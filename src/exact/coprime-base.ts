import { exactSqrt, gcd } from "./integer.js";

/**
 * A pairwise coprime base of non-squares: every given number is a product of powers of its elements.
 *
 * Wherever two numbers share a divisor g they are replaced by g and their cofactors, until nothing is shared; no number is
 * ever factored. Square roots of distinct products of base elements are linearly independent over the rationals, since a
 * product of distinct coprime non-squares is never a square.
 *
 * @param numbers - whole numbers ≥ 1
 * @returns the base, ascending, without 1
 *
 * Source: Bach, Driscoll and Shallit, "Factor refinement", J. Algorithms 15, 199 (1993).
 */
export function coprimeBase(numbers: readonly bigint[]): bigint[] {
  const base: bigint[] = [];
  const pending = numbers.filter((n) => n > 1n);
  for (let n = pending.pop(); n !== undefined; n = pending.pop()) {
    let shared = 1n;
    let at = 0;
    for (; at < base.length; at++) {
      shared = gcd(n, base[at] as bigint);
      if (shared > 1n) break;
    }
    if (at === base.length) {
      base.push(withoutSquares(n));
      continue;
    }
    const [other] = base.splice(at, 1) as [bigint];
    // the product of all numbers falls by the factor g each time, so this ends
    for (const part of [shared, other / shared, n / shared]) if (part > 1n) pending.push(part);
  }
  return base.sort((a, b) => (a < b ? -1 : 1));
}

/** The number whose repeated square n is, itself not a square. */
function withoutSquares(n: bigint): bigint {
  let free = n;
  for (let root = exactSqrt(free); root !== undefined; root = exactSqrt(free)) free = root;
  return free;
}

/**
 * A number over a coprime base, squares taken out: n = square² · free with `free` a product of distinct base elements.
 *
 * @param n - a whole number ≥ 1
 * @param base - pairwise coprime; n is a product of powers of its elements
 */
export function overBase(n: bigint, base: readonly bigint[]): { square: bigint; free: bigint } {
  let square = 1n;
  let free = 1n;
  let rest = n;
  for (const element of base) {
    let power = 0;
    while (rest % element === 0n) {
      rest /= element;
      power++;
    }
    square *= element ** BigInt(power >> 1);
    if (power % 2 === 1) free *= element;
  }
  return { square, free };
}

__GOAL OF THE EXERCISE__.
Look through the records above for the word "undefined". Report how many lines contain it, as a bare number.

__REPLY__.
2